• Work request
Lines with the word "page": copy all of them from the entries below.

--- Task inputs Enclosed Below ---

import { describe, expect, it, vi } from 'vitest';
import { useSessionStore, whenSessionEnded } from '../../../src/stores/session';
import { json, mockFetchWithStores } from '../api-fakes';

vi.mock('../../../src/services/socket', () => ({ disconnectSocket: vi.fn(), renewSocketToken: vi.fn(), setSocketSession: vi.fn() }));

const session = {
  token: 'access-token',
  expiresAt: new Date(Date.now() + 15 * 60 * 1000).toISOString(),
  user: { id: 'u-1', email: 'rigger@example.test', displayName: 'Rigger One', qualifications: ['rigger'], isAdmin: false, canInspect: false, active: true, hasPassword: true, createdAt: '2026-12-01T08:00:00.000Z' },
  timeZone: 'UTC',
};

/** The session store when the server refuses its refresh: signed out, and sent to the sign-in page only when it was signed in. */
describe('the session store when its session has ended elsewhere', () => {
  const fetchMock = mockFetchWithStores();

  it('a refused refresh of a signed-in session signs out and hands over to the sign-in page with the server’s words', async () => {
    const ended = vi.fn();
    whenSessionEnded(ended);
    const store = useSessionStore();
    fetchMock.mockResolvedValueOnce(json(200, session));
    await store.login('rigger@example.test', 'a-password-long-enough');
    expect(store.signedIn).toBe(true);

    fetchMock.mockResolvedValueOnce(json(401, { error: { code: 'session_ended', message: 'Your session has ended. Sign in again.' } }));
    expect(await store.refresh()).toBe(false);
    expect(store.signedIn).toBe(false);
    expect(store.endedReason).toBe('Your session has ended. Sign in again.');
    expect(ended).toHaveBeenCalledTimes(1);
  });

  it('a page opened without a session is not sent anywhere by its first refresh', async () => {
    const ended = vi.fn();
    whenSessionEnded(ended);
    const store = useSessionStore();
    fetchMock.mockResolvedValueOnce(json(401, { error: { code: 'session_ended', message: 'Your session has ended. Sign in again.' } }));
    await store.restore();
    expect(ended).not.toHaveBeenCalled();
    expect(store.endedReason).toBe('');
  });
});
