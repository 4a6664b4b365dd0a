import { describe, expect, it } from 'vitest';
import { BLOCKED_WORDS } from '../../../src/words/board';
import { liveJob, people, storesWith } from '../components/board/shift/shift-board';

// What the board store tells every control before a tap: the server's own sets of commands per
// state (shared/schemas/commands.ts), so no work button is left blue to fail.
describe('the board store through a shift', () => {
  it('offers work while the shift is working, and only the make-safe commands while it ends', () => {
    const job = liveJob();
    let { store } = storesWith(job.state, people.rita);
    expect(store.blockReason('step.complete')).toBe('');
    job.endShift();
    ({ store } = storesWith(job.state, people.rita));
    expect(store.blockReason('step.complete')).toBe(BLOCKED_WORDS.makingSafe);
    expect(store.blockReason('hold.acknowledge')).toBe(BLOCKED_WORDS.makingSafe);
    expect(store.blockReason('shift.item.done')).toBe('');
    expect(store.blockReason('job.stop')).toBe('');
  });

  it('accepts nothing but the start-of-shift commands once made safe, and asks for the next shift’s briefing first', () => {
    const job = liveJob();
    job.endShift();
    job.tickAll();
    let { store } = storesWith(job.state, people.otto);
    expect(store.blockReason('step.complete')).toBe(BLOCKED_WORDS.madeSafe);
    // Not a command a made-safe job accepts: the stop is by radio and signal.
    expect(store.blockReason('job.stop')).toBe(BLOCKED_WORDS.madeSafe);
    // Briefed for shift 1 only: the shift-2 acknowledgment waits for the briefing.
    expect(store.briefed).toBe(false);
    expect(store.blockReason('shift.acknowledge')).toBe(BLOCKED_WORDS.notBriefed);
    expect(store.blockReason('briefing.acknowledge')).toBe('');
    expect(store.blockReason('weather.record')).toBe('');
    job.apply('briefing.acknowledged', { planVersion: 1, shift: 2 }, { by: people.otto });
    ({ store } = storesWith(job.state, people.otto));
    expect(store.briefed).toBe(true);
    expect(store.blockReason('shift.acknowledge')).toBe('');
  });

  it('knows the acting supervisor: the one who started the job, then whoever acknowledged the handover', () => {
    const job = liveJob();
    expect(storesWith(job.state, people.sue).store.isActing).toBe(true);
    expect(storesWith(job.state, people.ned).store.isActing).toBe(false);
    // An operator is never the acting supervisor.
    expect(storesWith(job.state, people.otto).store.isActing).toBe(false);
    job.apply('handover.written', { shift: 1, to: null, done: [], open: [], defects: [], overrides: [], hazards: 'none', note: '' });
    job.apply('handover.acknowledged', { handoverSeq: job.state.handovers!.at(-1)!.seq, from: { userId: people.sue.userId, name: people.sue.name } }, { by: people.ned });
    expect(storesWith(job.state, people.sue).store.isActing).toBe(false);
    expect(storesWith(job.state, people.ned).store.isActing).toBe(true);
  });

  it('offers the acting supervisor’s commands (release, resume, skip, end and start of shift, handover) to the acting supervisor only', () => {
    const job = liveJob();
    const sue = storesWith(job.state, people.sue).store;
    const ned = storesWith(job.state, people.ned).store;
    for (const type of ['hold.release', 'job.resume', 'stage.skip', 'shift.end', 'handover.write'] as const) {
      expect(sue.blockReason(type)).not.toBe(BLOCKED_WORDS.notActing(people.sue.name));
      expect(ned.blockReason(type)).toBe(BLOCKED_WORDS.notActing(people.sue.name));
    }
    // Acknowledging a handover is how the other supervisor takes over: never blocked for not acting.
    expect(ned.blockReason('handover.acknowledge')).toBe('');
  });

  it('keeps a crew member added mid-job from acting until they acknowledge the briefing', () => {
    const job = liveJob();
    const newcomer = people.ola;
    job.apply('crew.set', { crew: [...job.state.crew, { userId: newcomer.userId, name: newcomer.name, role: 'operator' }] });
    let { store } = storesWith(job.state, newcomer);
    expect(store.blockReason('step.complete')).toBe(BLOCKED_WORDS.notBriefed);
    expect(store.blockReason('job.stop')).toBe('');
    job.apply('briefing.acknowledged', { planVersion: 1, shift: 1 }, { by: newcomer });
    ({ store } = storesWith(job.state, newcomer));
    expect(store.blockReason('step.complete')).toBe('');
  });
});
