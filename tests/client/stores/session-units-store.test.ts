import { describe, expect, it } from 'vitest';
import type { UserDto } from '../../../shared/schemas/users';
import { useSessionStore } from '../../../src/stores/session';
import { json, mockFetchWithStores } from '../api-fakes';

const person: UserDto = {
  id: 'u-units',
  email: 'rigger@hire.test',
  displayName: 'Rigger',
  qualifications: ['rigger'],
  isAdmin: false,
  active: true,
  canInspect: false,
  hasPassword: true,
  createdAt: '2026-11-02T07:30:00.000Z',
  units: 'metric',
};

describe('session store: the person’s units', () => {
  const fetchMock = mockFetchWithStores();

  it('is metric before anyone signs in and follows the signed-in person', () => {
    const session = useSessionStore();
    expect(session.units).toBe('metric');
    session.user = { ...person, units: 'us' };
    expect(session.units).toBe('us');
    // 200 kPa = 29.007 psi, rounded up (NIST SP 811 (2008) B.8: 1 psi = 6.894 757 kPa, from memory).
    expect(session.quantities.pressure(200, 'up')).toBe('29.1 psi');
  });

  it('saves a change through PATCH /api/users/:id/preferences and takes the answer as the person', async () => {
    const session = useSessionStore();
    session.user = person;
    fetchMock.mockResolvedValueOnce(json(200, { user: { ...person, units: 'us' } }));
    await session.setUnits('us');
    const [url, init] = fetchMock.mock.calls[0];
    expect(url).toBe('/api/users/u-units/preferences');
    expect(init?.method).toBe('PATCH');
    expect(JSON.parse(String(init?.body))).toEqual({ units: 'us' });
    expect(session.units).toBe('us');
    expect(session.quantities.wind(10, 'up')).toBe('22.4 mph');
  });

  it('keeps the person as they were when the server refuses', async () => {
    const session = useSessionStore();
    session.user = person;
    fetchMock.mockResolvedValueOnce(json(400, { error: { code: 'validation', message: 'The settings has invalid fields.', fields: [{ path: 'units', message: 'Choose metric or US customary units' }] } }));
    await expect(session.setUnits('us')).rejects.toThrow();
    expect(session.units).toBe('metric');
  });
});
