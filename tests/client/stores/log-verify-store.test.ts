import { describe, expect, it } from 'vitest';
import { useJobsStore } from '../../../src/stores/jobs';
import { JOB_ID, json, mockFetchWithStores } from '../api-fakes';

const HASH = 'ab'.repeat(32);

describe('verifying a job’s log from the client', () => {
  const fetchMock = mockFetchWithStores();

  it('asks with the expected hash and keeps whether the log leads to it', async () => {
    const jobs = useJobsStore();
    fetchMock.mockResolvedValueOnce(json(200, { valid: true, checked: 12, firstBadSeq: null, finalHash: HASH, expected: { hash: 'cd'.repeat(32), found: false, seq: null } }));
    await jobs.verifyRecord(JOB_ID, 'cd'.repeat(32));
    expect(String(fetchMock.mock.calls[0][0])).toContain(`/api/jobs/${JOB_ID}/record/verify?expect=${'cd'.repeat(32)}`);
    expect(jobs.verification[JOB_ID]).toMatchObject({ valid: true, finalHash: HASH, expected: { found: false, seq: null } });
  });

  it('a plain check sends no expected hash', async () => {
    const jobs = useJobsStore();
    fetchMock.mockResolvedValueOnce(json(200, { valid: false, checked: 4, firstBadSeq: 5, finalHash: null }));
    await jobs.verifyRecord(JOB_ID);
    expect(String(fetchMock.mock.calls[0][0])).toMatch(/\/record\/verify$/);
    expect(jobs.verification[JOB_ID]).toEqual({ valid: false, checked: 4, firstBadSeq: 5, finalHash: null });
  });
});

--- End of Enclosed Task inputs ---

• Your response
/** The session store when the server refuses its refresh: signed out, and sent to the sign-in page only when it was signed in. */
  it('a refused refresh of a signed-in session signs out and hands over to the sign-in page with the server’s words', async () => {
  it('a page opened without a session is not sent anywhere by its first refresh', async () => {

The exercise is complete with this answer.